§ WORK TO BE COMPLETED:
Among the entries below, only the lines starting at the one with "const undo = ()" and ending at the one with "monday, today, plan", both included, are to be printed exactly.

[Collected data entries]
######

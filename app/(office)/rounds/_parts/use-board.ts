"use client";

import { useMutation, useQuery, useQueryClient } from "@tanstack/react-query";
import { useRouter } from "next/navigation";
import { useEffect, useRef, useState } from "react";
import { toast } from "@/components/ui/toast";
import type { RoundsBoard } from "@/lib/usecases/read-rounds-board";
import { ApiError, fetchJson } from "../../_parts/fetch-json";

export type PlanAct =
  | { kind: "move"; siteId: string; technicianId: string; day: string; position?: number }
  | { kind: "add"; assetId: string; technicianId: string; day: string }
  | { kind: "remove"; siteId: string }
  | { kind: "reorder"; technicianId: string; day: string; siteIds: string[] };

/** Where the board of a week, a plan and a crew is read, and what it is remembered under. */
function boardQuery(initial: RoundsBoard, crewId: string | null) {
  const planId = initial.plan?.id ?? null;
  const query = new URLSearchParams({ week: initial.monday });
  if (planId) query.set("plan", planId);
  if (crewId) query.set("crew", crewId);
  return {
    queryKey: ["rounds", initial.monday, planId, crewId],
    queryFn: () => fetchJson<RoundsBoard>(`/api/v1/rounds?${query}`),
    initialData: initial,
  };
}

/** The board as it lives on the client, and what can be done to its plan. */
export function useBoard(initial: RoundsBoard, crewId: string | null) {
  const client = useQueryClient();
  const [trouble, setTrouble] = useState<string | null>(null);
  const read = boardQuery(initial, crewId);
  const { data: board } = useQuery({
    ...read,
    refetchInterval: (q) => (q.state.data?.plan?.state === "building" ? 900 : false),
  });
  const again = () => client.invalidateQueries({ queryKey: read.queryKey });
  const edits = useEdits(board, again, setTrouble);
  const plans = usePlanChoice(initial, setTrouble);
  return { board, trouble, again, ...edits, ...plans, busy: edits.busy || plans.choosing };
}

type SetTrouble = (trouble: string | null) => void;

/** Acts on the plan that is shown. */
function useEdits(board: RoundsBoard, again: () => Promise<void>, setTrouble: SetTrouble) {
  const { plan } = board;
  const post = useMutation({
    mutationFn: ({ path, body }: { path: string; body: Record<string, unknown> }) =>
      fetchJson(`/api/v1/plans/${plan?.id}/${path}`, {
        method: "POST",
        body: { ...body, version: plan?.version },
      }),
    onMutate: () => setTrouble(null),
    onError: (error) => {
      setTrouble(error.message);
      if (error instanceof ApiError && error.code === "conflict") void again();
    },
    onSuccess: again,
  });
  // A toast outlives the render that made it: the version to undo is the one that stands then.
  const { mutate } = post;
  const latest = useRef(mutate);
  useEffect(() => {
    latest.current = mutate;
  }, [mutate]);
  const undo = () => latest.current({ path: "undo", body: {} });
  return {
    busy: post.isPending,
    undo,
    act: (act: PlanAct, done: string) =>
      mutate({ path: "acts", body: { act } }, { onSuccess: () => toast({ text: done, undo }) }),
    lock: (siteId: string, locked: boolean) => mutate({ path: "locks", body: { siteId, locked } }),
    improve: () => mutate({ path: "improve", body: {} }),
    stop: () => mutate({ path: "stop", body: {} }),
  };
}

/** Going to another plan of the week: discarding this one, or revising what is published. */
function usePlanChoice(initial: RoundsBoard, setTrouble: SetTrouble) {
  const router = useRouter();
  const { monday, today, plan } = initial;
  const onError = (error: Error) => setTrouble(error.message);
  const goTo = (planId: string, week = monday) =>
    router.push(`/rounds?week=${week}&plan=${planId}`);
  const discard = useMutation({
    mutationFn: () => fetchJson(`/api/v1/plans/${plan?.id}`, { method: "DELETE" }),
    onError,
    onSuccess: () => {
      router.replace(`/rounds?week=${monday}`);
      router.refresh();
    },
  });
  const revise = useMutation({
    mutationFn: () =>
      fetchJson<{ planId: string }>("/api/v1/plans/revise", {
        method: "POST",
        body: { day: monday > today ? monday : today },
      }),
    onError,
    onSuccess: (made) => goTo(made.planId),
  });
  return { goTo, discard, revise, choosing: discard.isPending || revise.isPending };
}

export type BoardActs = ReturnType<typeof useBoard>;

######

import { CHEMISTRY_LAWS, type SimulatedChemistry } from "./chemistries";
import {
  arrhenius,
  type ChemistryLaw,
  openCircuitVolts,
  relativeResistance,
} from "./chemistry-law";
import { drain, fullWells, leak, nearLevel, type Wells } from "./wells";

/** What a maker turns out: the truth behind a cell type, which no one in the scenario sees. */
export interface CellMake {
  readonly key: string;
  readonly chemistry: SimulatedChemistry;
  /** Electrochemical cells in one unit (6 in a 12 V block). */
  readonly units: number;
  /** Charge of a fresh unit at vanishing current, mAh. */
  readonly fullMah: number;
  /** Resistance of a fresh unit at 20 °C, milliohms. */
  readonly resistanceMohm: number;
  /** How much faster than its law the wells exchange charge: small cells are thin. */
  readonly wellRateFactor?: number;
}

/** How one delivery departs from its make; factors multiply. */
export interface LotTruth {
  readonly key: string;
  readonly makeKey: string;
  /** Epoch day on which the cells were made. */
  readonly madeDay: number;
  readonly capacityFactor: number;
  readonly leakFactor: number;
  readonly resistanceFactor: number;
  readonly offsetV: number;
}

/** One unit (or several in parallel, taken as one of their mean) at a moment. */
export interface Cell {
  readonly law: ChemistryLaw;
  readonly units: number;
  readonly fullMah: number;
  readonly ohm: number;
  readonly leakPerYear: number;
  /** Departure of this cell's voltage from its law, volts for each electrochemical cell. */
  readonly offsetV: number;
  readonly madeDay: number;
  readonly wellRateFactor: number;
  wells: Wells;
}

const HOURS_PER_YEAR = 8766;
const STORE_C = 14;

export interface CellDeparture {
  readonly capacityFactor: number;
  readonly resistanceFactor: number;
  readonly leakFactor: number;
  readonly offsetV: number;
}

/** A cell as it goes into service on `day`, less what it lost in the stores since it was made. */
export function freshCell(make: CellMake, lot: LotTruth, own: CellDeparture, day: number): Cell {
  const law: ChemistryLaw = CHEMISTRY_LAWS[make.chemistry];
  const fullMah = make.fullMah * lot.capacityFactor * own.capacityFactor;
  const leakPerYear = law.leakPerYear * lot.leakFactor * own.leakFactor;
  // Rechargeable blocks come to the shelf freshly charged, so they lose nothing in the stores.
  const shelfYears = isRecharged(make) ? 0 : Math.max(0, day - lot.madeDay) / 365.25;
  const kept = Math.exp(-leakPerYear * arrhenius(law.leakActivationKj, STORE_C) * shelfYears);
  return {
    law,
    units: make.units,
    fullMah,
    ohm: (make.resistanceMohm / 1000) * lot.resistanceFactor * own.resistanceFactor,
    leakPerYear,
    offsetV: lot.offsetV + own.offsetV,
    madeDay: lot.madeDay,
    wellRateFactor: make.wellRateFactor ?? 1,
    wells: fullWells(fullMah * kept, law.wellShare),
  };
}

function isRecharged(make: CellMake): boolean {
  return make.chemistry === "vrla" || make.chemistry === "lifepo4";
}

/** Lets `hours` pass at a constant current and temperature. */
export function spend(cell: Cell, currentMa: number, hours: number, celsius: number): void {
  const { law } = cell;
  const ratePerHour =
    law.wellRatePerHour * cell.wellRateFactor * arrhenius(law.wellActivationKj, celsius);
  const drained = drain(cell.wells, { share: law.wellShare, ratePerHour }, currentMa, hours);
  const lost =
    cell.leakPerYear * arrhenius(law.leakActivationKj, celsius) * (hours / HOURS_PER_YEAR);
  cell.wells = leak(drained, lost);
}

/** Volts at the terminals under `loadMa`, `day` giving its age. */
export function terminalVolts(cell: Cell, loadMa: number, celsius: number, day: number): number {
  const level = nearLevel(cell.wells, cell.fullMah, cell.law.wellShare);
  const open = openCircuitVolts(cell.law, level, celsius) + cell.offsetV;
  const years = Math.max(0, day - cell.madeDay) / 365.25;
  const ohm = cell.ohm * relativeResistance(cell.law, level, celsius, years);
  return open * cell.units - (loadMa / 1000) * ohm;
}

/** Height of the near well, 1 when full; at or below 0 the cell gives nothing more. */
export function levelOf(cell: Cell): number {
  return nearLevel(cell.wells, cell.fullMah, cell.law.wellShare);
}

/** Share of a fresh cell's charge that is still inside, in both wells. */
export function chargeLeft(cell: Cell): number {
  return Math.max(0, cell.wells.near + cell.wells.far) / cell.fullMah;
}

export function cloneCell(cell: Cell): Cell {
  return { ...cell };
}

######

§ EXERCISE ANSWER:
  const undo = () => latest.current({ path: "undo", body: {} });
  return {
    busy: post.isPending,
    undo,
    act: (act: PlanAct, done: string) =>
      mutate({ path: "acts", body: { act } }, { onSuccess: () => toast({ text: done, undo }) }),
    lock: (siteId: string, locked: boolean) => mutate({ path: "locks", body: { siteId, locked } }),
    improve: () => mutate({ path: "improve", body: {} }),
    stop: () => mutate({ path: "stop", body: {} }),
  };
}

/** Going to another plan of the week: discarding this one, or revising what is published. */
function usePlanChoice(initial: RoundsBoard, setTrouble: SetTrouble) {
  const router = useRouter();
  const { monday, today, plan } = initial;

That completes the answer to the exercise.